**Dataset records:**
+++
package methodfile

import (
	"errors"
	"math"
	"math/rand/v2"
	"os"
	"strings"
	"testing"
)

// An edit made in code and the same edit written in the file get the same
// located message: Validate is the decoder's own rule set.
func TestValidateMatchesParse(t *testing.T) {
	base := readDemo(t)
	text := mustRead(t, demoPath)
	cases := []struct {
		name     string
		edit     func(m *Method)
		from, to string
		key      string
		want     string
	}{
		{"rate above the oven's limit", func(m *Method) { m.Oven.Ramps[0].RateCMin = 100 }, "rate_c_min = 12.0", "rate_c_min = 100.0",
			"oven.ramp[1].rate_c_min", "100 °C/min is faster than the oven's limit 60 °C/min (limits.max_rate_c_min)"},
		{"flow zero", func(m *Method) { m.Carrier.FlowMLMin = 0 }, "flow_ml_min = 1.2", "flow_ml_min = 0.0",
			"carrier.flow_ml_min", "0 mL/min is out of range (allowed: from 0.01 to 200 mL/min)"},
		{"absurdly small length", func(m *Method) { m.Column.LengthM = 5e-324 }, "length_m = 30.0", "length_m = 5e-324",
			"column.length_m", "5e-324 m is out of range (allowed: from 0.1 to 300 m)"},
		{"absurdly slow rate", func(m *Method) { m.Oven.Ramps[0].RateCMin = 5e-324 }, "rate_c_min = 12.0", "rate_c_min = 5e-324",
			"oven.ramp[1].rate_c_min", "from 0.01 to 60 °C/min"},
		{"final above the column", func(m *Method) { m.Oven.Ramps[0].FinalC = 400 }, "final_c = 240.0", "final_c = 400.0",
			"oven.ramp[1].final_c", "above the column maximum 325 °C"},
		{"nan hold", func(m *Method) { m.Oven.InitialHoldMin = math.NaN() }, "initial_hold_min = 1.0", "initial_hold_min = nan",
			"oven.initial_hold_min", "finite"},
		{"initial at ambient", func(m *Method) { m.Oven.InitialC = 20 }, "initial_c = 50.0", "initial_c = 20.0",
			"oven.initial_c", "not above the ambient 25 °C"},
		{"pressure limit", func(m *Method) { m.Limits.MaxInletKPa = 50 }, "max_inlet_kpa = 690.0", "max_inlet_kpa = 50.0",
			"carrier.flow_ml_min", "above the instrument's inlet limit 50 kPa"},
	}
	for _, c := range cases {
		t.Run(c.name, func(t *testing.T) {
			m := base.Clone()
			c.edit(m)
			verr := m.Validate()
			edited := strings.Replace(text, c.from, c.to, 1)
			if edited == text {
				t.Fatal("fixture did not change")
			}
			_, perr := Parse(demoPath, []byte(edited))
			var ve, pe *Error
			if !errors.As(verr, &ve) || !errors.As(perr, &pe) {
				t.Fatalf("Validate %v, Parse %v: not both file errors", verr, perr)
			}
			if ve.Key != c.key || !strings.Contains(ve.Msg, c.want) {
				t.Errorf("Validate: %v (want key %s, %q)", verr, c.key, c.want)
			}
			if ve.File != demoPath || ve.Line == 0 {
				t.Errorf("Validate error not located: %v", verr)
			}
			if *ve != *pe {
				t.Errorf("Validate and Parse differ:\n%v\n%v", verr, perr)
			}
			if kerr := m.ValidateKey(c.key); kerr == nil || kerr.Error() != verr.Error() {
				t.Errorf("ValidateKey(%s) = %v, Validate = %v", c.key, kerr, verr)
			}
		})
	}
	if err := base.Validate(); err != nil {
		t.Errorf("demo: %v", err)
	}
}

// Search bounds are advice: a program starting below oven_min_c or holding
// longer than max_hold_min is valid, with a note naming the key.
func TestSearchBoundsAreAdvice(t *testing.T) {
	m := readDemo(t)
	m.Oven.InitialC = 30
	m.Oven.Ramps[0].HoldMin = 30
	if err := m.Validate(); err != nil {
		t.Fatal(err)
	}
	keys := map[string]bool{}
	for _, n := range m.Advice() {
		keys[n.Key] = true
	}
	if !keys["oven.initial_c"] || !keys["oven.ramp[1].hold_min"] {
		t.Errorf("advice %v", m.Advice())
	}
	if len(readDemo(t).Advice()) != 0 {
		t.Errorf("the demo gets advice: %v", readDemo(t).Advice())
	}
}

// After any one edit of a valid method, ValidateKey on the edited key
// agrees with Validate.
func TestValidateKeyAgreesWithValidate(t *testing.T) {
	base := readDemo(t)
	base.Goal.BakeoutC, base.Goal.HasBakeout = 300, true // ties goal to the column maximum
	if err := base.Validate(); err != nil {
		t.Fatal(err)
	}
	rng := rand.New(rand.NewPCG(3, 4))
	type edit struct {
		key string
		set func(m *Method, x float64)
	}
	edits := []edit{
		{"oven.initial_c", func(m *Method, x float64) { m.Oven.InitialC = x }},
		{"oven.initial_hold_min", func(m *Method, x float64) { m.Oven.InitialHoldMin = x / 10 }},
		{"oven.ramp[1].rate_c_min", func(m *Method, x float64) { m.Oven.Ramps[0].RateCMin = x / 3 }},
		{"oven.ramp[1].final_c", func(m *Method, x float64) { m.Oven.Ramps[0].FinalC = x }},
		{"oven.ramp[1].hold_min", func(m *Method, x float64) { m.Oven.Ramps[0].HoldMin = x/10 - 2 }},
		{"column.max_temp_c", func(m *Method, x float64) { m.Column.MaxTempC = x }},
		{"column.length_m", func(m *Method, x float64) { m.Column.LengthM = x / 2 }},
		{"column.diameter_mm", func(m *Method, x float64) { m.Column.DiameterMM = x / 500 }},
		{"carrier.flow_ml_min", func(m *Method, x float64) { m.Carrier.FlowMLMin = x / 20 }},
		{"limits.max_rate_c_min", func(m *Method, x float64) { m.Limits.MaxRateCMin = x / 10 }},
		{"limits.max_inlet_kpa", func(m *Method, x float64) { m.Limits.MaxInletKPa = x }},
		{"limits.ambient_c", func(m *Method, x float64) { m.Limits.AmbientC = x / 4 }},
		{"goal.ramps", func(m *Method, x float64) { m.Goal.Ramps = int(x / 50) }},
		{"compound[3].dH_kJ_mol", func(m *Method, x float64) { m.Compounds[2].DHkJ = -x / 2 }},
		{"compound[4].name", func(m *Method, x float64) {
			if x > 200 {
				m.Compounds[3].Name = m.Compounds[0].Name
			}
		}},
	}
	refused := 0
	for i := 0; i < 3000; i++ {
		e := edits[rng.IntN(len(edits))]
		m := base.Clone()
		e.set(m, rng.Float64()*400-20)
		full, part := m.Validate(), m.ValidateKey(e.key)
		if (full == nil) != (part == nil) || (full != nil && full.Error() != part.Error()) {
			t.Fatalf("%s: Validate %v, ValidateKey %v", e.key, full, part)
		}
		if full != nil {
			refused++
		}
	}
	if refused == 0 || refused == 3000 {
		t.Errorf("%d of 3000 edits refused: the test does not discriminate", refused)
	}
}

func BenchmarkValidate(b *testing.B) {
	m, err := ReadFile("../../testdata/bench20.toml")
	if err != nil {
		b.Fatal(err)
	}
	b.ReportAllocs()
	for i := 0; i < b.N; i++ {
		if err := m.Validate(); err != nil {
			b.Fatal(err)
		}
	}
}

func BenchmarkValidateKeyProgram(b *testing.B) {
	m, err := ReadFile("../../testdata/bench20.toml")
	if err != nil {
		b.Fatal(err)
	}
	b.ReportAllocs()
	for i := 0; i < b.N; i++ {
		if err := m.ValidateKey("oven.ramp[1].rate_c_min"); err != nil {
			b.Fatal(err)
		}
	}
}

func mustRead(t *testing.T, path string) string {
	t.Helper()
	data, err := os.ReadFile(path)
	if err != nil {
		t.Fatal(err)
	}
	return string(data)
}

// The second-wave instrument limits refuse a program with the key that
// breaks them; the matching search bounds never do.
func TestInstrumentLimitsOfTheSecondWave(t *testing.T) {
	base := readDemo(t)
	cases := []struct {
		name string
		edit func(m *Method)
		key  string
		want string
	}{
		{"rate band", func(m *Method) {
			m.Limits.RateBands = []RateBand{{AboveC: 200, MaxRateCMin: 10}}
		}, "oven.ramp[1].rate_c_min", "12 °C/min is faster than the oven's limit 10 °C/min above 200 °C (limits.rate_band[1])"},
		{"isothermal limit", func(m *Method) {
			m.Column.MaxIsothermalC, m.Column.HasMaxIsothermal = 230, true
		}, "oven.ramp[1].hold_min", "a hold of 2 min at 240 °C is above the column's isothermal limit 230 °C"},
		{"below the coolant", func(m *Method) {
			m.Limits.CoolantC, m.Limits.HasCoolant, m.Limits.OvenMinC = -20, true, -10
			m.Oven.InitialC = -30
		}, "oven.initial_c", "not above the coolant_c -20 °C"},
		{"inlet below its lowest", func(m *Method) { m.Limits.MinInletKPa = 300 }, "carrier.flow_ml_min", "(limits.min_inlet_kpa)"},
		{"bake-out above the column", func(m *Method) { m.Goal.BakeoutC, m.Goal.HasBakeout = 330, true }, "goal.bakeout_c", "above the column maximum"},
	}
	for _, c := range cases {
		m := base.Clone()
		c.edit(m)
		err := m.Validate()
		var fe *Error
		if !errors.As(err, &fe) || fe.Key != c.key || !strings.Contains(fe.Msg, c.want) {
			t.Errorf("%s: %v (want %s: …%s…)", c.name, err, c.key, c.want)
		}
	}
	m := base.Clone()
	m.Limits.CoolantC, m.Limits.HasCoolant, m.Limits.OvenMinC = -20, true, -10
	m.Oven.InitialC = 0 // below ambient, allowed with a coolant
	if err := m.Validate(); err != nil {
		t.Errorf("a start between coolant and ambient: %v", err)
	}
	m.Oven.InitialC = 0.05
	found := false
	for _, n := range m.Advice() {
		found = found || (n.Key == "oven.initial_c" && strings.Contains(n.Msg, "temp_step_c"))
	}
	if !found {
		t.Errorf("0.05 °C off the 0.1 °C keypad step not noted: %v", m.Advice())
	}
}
+++
**Problem requirements:**
Working from the material above, restate word for word the lines between the line with "set func(m *Method, x float64)" and the line with "m.Oven.InitialHoldMin = x", both included, and only those.

**Response box:**
		set func(m *Method, x float64)
	}
	edits := []edit{
		{"oven.initial_c", func(m *Method, x float64) { m.Oven.InitialC = x }},
		{"oven.initial_hold_min", func(m *Method, x float64) { m.Oven.InitialHoldMin = x / 10 }},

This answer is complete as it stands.